The relative peak fluorescence intensity between $510\mathrm{nm}$ and $560\mathrm{nm}$ versus the 10% decay time measured on healthy bronchial mucosa in 11 patients. (Each symbol corresponds to one patient.)

The relative inter- and intrapatient variations in the AF intensities were 56% and 40%, respectively. Furthermore, the inter- and intrapatient variations of the 10% decay time were on the order of 10% and 5.4% (range $7\mathrm{ns}\text{to}11.5\mathrm{ns}$ ), respectively, and thus markedly smaller than the intensity variations.
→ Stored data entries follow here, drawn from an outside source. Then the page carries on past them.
async function main(): Promise<number> {
  const locked = reexecUnderLock('tests/scale/run.ts');
  if (locked !== null) return locked;
  if (process.env.SCALE_BUILD === '1' || !hasBuild()) build();
  const started = Date.now();
  const bin = pgBinDir();
  if (!bin) throw new Error('PostgreSQL is not installed (npm run test:pg installs it when run as root)');
  const work = tempDir('tropopass-scale-');
  const pg = await startScratchPostgres(bin, work, ['max_connections=200']);
  const { port: pgPort, adminUrl: admin } = pg;
  execFileSync('psql', [admin, '-q', '-c', 'CREATE DATABASE tropopass_scale']);
  const databaseUrl = `postgres://postgres@127.0.0.1:${pgPort}/tropopass_scale`;
  console.log(
    `[scale] PostgreSQL on 127.0.0.1:${pgPort}; ${ROWS} rows; ${os.cpus().length} cores, load average ${os
      .loadavg()
      .map((l) => l.toFixed(1))
      .join(' ')}`,
  );

  const [portA, portB, fakePort] = [await freePort(), await freePort(), await freePort()];
  const fakeFile = path.join(work, 'payment-fake.sqlite');
  const common = {
    DATABASE_URL: databaseUrl,
    NEXTAUTH_SECRET: SECRET,
    STRIPE_API_PORT: String(fakePort),
    RATE_LIMIT_SIGNIN_PER_15MIN: String(SIGNIN_LIMIT),
    LOG_LEVEL: 'warn',
  };
  const webEnv = (port: number) =>
    appEnv({ dir: work, port, extra: { ...common, NEXTAUTH_SECRET: SECRET, IMPORT_WORKER: '0', BILLING_SENDER: '0' } });
  const workerEnv = {
    ...appEnv({ dir: work, port: portA, extra: common }),
    IMPORT_WORKER: '1',
    BILLING_SENDER: '1',
    BILLING_SENDER_INTERVAL_MS: '200',
    SCREENING_THREADS: '1',
  };
  prepareDatabase(webEnv(portA));
  const k: Knex = knexFactory({ client: 'pg', connection: databaseUrl, pool: { min: 0, max: 4 } });

  const fake = spawn(process.execPath, ['--import', 'tsx', 'lib/fakes/payment/server.ts'], {
    cwd: ROOT,
    env: {
      ...process.env,
      PAYMENT_FAKE_PORT: String(fakePort),
      PAYMENT_FAKE_DB: fakeFile,
      PAYMENT_WEBHOOK_URL: `http://127.0.0.1:${portA}/api/webhooks/stripe`,
    },
    stdio: 'ignore',
    detached: true,
  });
  let a: RunningApp | null = null;
  let b: RunningApp | null = null;
  const workers: ChildProcess[] = [];
  try {
    [a, b] = await Promise.all([startApp(webEnv(portA), portA), startApp(webEnv(portB), portB)]);
    // Worker 1 starts alone so that it is the one screening the import when it is killed.
    workers.push(startWorker(workerEnv, 'worker-1'));

    // An API key created through A (by the workspace owner's session) works on B.
    const cookie = await sessionCookie(k, 'consultant@tropopass.test', SECRET);
    const created = await fetch(`${a.baseUrl}/api/v1/workspaces/${SLUG}/api-keys`, {
      method: 'POST',
      headers: { cookie, origin: a.baseUrl, 'content-type': 'application/json' },
      body: JSON.stringify({ name: 'scale', role: 'analyst' }),
    });
    const key = ((await created.json()) as { key?: string }).key ?? '';
    check(created.status === 201 && key !== '', `API key created on A (${created.status})`);
    const onB = await fetch(`${b.baseUrl}/api/v1/workspaces/${SLUG}/screenings?limit=1`, {
      headers: { authorization: `Bearer ${key}` },
    });
    check(onB.status === 200, `the key works on B (${onB.status})`);

    // Sign-in throttling counts attempts on both instances together.
    const email = 'planner@tropopass.test';
    const wrong: (string | null)[] = [];
    for (let i = 0; i < SIGNIN_LIMIT; i++)
      wrong.push(await signIn((i % 2 === 0 ? a : b).baseUrl, email, 'not the password', `10.9.0.${i + 1}`));
    check(
      wrong.every((e) => e !== null && !/Too many/.test(e)),
      `${SIGNIN_LIMIT} wrong passwords, alternately on A and B, refused as wrong (${wrong.join(' | ')})`,
    );
    const lockedA = await signIn(a.baseUrl, email, 'tropopass-demo', '10.9.1.1');
    const lockedB = await signIn(b.baseUrl, email, 'tropopass-demo', '10.9.1.2');
    check(
      /Too many failed sign-ins/.test(lockedA ?? '') && /Too many failed sign-ins/.test(lockedB ?? ''),
      `then the right password is paused on both (${lockedA} | ${lockedB})`,
    );
    const other = await signIn(b.baseUrl, 'analyst@tropopass.test', 'tropopass-demo', '10.9.1.3');
    check(other === null, `another account still signs in (${other})`);

    // A 20 000-row import through A, screened by the workers; one of them is killed mid-way.
    const form = new FormData();
    form.set('file', new Blob([schedule(ROWS)], { type: 'text/csv' }), 'scale.csv');
    const up = await fetch(`${a.baseUrl}/api/v1/workspaces/${SLUG}/imports`, {
      method: 'POST',
      headers: { authorization: `Bearer ${key}` },
      body: form,
    });
    const importId = ((await up.json()) as { id?: number }).id ?? 0;
    check(up.status === 202 && importId > 0, `import of ${ROWS} rows accepted by A (${up.status})`);
    const progress = async () =>
      (await k('imports').where({ id: importId }).first()) as { status: string; rows_done: number };
    const deadline = Date.now() + 6 * 60_000;
    let p = await progress();
    while (Number(p.rows_done) < ROWS / 4 && p.status !== 'complete' && Date.now() < deadline) {
      await pause(100);
      p = await progress();
    }
    workers.push(startWorker(workerEnv, 'worker-2'));
    await pause(1500);
    p = await progress();
    const killedAt = Number(p.rows_done);
    await killGroup(workers[0], 'SIGKILL');
    check(
      killedAt > 0 && killedAt < ROWS,
      `worker 1 SIGKILLed mid-way, with worker 2 running beside it (${killedAt} / ${ROWS} rows screened)`,
    );
    // Worker 1's running step expires (30 s) and is retried by worker 2; the import's lock went with
    // worker 1's connection, so worker 2 may screen it at once.
    const takeover = Date.now() + 90_000;
    let after = Number(p.rows_done);
    while (after <= killedAt + 500 && Date.now() < takeover) {
      await pause(100);
      after = Number((await progress()).rows_done);
    }
    check(
      after > killedAt + 500,
      `worker 2 went on with the import (${killedAt} -> ${after} rows within ${((Date.now() - takeover + 90_000) / 1000).toFixed(1)} s)`,
    );
    workers[0] = startWorker(workerEnv, 'worker-1b');
    while (p.status !== 'complete' && p.status !== 'failed' && Date.now() < deadline) {
      await pause(250);
      p = await progress();
    }
    check(p.status === 'complete' && Number(p.rows_done) === ROWS, `import ${p.status}, ${p.rows_done} rows done`);
    const flights = (await k('flights')
      .where({ import_id: importId })
      .groupBy('status')
      .select('status')
      .count({ n: '*' })) as { status: string; n: string }[];
    const screened = Number(flights.find((f) => f.status === 'screened')?.n ?? 0);
    check(
      screened === ROWS && flights.length === 1,
      `every flight screened (${flights.map((f) => `${f.status} ${f.n}`).join(', ')})`,
    );
    const units = (await k('usage_events as u')
      .join('flights as f', 'f.id', 'u.source_id')
      .where({ 'u.kind': 'imported_flight', 'f.import_id': importId })
      .count({ n: '*' })
      .countDistinct({ d: 'u.source_id' })
      .first()) as { n: string; d: string };
    check(
      Number(units.n) === ROWS && Number(units.d) === ROWS,
      `one usage unit per flight (${units.n} units, ${units.d} flights)`,
    );

    // A job that always fails: the database refuses the writes of one import's flights.
    await k.raw(`CREATE FUNCTION scale_refuse() RETURNS trigger LANGUAGE plpgsql AS $$
      BEGIN
        IF EXISTS (SELECT 1 FROM imports WHERE id = NEW.import_id AND file_name = 'always-fails.csv') THEN
          RAISE EXCEPTION 'writes refused for the scale test';
        END IF;
        RETURN NEW;
      END $$`);
    await k.raw('CREATE TRIGGER scale_refuse BEFORE UPDATE ON flights FOR EACH ROW EXECUTE FUNCTION scale_refuse()');
    const failing = new FormData();
    failing.set('file', new Blob([schedule(40).replace(/,SC/g, ',DL')], { type: 'text/csv' }), 'always-fails.csv');
    const upFailing = await fetch(`${a.baseUrl}/api/v1/workspaces/${SLUG}/imports`, {
      method: 'POST',
      headers: { authorization: `Bearer ${key}` },
      body: failing,
    });
    const failingId = ((await upFailing.json()) as { id?: number }).id ?? 0;
    check(
      upFailing.status === 202 && failingId > 0,
      `an import whose writes always fail accepted (${upFailing.status})`,
    );
    type FailedJob = { label: string; reason: string; attempts: number; failedAt: string };
    let listed: FailedJob | undefined;
    let listStatus = 0;
    const dlDeadline = Date.now() + 150_000;
    while (!listed && Date.now() < dlDeadline) {
      await pause(1000);
      const r = await fetch(`${b.baseUrl}/api/v1/workspaces/${SLUG}/jobs/failed`, {
        headers: { cookie },
      });
      listStatus = r.status;
      const items = r.ok ? ((await r.json()) as { items: FailedJob[] }).items : [];
      listed = items.find((j) => j.label === `Screening of import #${failingId}`);
    }
    check(
      listed !== undefined && listed.attempts === 5 && /database refused/.test(listed.reason),
      `its job is a dead letter in the owner's list after 5 attempts (${listStatus}: ${JSON.stringify(listed)})`,
    );
    const failedImport = await k('imports').where({ id: failingId }).first();
    const failingUnits = Number(
      (
        (await k('usage_events as u')
          .join('flights as f', 'f.id', 'u.source_id')
          .where({ 'u.kind': 'imported_flight', 'f.import_id': failingId })
          .count({ n: '*' })
          .first()) as { n: string }
      ).n,
    );
    check(
      (failedImport as { status: string }).status === 'failed' && failingUnits === 0,
      `that import ended failed with nothing billed (${(failedImport as { status: string }).status}, ${failingUnits} units)`,
    );
    const deadQueued = Number(
      (
        (await k.raw(`select count(*)::int as n from pgboss.job where name = 'import.screen__dead'`)) as {
          rows: { n: number }[];
        }
      ).rows[0].n,
    );
    check(deadQueued >= 1, `pg-boss holds it in the dead-letter queue (${deadQueued})`);
    const asAnalyst = await fetch(`${a.baseUrl}/api/v1/workspaces/${SLUG}/jobs/failed`, {
      headers: { authorization: `Bearer ${key}` },
    });
    check(asAnalyst.status === 403, `the failed-jobs list is refused to an analyst's key (${asAnalyst.status})`);
    await k.raw('DROP TRIGGER scale_refuse ON flights');

    // The senders drain the ledger; the payment service holds each batch once.
    const billable = () =>
      k('usage_events as u')
        .join('workspace_billing as b', 'b.workspace_id', 'u.workspace_id')
        .whereNotNull('b.subscription_id')
        .whereNotNull('b.metered_since')
        .whereRaw('u.occurred_at >= b.metered_since');
    let unsent = Infinity;
    while (Date.now() < deadline) {
      unsent = Number(((await billable().whereNull('u.sent_at').count({ n: '*' }).first()) as { n: string }).n);
      if (unsent === 0) break;
      await pause(250);
    }
    check(unsent === 0, `every billable unit sent (${unsent} left)`);
    const sentUnits = Number(
      ((await k('usage_events').whereNotNull('sent_at').count({ n: '*' }).first()) as { n: string }).n,
    );
    const batches = (await k('usage_batches').select('identifier', 'quantity', 'sent_at')) as {
      identifier: string;
      quantity: number;
      sent_at: string | null;
    }[];
    const fakeDb = new Database(fakeFile, { readonly: true });
    const events = fakeDb.prepare('select identifier, value from meter_events').all() as {
      identifier: string;
      value: number;
    }[];
    fakeDb.close();
    const byId = new Map(batches.map((x) => [x.identifier, x]));
    check(
      new Set(events.map((e) => e.identifier)).size === events.length,
      `no meter event twice (${events.length} events)`,
    );
    check(
      events.every((e) => byId.get(e.identifier)?.quantity === e.value),
      'every meter event is one usage batch with its count',
    );
    check(
      batches.filter((x) => x.sent_at).every((x) => events.some((e) => e.identifier === x.identifier)),
      'every batch marked sent is at the payment service',
    );
    check(sentUnits >= ROWS, `the import's units were billable and sent (${sentUnits} units sent in all)`);
    const providerUnits = events.reduce((s, e) => s + e.value, 0);
    check(
      providerUnits === sentUnits,
      `the payment service counts ${providerUnits} units, the ledger ${sentUnits} sent`,
    );
  } finally {
    for (const w of workers) await killGroup(w, 'SIGTERM');
    await Promise.all([a?.stop(), b?.stop()]);
    await killGroup(fake, 'SIGTERM');
    await k.destroy();
    pg.stop('[scale] stopping PostgreSQL');
    fs.rmSync(work, { recursive: true, force: true });
  }
  console.log(
    `[scale] ${problems.length ? `FAILED (${problems.length})` : 'passed'} in ${((Date.now() - started) / 1000).toFixed(0)} s`,
  );
  return problems.length ? 1 : 0;
}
The measurements of the relative fluorescence intensity with an optical fiber were extremely difficult to perform on small spurs due to the patient’s heartbeats and the often complex geometries in the bronchi. It was thus first believed that the analysis conditions were at the origin of the significant AF intensity variations. However, the measurements conducted at the easily accessible carina of the same patient—shown in Fig. 2 (open triangles)—demonstrated that the local heterogeneities in the bronchial wall in terms of intensities and decay parameters were as high as the intrapatient variation resulting from measurements on other, less accessible locations in the bronchi. This contradicted the idea that poor measurement conditions were responsible for the fluctuations observed. The 10% decay time and AF intensities from the measurements on the carina are also displayed as open triangles in Fig. 6.

Since the variations in the 10 % decay time were small and very poorly correlated with the intensity, the intensity variations could not be attributed to fluorescence quenching, but were rather believed to be due to changes in the concentrations of fluorochromes and/or absorber or to variations in the structure of the bronchial wall.